Don’t worry about whether the Detroit Tigers are going to make the playoffs, because the playoffs have already begun, if not already at the very beginning of the month, then certainly with this 3-game showdown against the Kansas City Royals. The Tigers have already spent the one series loss they can afford; from here on out it’s “brink of elimination” with every series as a game. If they can manage to run this gauntlet, they get to do it all over again in October. But that’s what we want. If we don’t get it, well, at least we had these playoffs, and I would rather that they go on and not fizzle out 2-3 weeks before season’s end.
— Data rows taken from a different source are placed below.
"""`demo`: the whole job on the built-in motor scenario, into one folder.

DIR/book.parquet and truth.json (simulated), spec.toml (the scenario's spec with a lighter
boosted-model search), run/ (models, comparison, figures,
report.html), table/ (distilled from the boosted model, with its two-way table), glm_table/ (the
GLM's relativities), priced.parquet (the book rated with table/), impact.json and impact.png (dislocation
from the GLM table to the distilled one).
"""

from __future__ import annotations

from dataclasses import replace
from importlib import resources
from pathlib import Path

from premiumlab._core.cluster import parse_cluster
from premiumlab._core.outputs import check_target
from premiumlab._core.progress import Progress, Silent
from premiumlab.results import Comparison, DemoResult, TableResult

SCENARIO = "motor"
#: The demo's boosted-model search: 3 folds x 4 settings instead of the default 5 x 8, which takes
#: several times longer on a two-core laptop; written into the demo's spec.toml for all to see.
DEMO_SEARCH = """
[gbm]
# a lighter search than the defaults (folds = 5, max_settings = 8) keeps the demo to a few minutes;
# delete this section for the full search
folds = 3
max_settings = 4
"""


def _scenario_file(name: str) -> Path:
    """Path of a shipped scenario file, e.g. _scenario_file("motor.toml")."""
    return Path(str(resources.files("premiumlab.scenarios").joinpath(name)))


def run_demo(
    out: str | Path,
    policies: int | None = None,
    force: bool = False,
    progress: Progress | None = None,
    cluster: str | None = None,
) -> DemoResult:
    """Simulate the motor book, then fit, compare, tabulate, audit, rate and measure the impact.

    Parameters
    ----------
    out : str or Path
        Folder for the demo outputs (see the module docstring); written atomically.
    policies : int or None
        Policies in the demo book (None: the scenario's number).
    force : bool
        Replace an existing `out`.
    progress : Progress or None
        Told each step as it is done and the comparison, table and impact results (None: silent).
    cluster : str or None
        Where the GLMs' passes over the rows and the boosted-model search run
        (premiumlab._core.cluster: local:N or a scheduler address).

    Returns
    -------
    DemoResult
        The folder, the files written in it and the distilled table's cautions.
    """
    from premiumlab._core.jsonio import write_json
    from premiumlab._core.outputs import atomic_output
    from premiumlab.apply.audit import audit_table
    from premiumlab.apply.impact import dislocation
    from premiumlab.apply.rate import rate_book
    from premiumlab.evaluation.figures import plot_impact
    from premiumlab.review.comparison import compare
    from premiumlab.review.report import write_report
    from premiumlab.runs.fit import fit
    from premiumlab.simulation.simulator import simulate
    from premiumlab.tabulation.from_run import tabulate

    out = Path(out)
    check_target(out, force)
    if cluster is not None:
        parse_cluster(cluster)
    report = progress if progress is not None else Silent()
    with atomic_output(out, force=force) as tmp:
        book, spec = tmp / "book.parquet", tmp / "spec.toml"
        spec.write_text(
            _scenario_file(f"{SCENARIO}_spec.toml").read_text(encoding="utf-8") + DEMO_SEARCH, encoding="utf-8"
        )
        sim = simulate(_scenario_file(f"{SCENARIO}.toml"), book, policies=policies)
        report.step(f"[1/7] simulated {sim['policies']} policies ({sim['rows']} rows) of an invented motor book")
        run = fit(book, spec, tmp / "run", progress=progress, cluster=cluster)
        report.step("[2/7] fitted GLM baselines and boosted models")
        report.result(Comparison.from_summary(compare(run)))
        report.step("[3/7] compared on the holdout")
        table = TableResult.from_summary(tabulate(run, tmp / "table", model="auto"))
        report.result(replace(table, table=out / "table"))  # the folder's name once the demo is done
        tabulate(run, tmp / "glm_table", model="glm")
        report.step(
            "[4/7] made table/ (with exhibit.xlsx) from the model best on the holdout and exported the GLM as glm_table/"
        )
        audit = audit_table(tmp / "table", spec, run)
        report.step(
            "\n".join([f"[5/7] audit: {len(audit.violations)} violation(s) in table/", *audit.violations])
            if audit.violations
            else "[5/7] audit: no violations in table/"
        )
        rate_book(tmp / "table", book, tmp / "priced.parquet", None, annual=False)  # the table's exposure column
        report.step("[6/7] rated the book into priced.parquet")
        impact = dislocation(str(tmp / "glm_table"), str(tmp / "table"), book, None, False, 0.15, (0.05, 0.10, 0.25))
        write_json(tmp / "impact.json", impact.to_dict())
        plot_impact(impact.to_dict(), tmp / "impact.png")
        report.result(impact)
        write_report(run, tmp / "table", current=tmp / "glm_table", book=book)  # the table, its selections, impact
        report.step("[7/7] measured the impact of moving from glm_table/ to table/ and wrote the report")
        files = tuple(sorted(p.relative_to(tmp).as_posix() for p in tmp.rglob("*") if p.is_file()))
    return DemoResult(out=out, files=files, cautions=table.cautions)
Does Detroit really belong in the conversation along with Baltimore, the Los Angeles Angels, and Oakland as an AL team that can beat the best the NL can offer? The first two in the Giants series added nothing to my confidence in that regard. Last night… well, that was better, much better. OK, kind of better. I’ll let Coleman have the glowing review of Lobstein for their next turns in the rotation. I’ll only say that Rock Lobster/K-Lob/(ugh)Lobber was impressive and deserves a beach party in his honor for a much-needed apply-the-tourniquet outing.
Tigers pitching/defense Games 126-142: 5.04 ERA, 1.57 WHIP, .292 BAA and 35% of those hits for extra bases. 98 runs allowed, 14 unearned, 1 of 12 CS.
Royals comparison (Games 125-141): 3.04 ERA, 1.22 WHIP, .248 BAA and 36% of those hits for extra bases, 63 runs allowed, 11 unearned (??), 5 of 18 CS.
Tigers offense Games 126-142: 5.6 runs per game, 307/356/444/800. Every Tigers position starter save Eugenio Suarez has a (full season) higher than league average XBH/PA%. That is outstanding well beyond a comparison with the Royals.
Royals comparison: 3.2 runs per game, 232/284/352/636. 20 stolen bases.
Identical 9-8 records in those spans. We’re afraid of these guys? The Tigers do hold a 9-4 series lead so far. On the other hand, there’s pitching.
Baseball Reference Game Preview
Jeremy Guthrie vs. Justin Verlander
Guthrie can frustrate the Tigers. Coincidentally, so can Verlander (going for career win #150). Justin’s career splits show September to be an outstanding month for him, in line with his overall excellence (April and August seem to be the rough spots). This seems to be talked about every year, with some justification. The old “time for him to step up [again]” thing. Could actually happen, eh?
Miggy and Victor are en fuego, as they say in Washington. What can possibly go wrong here?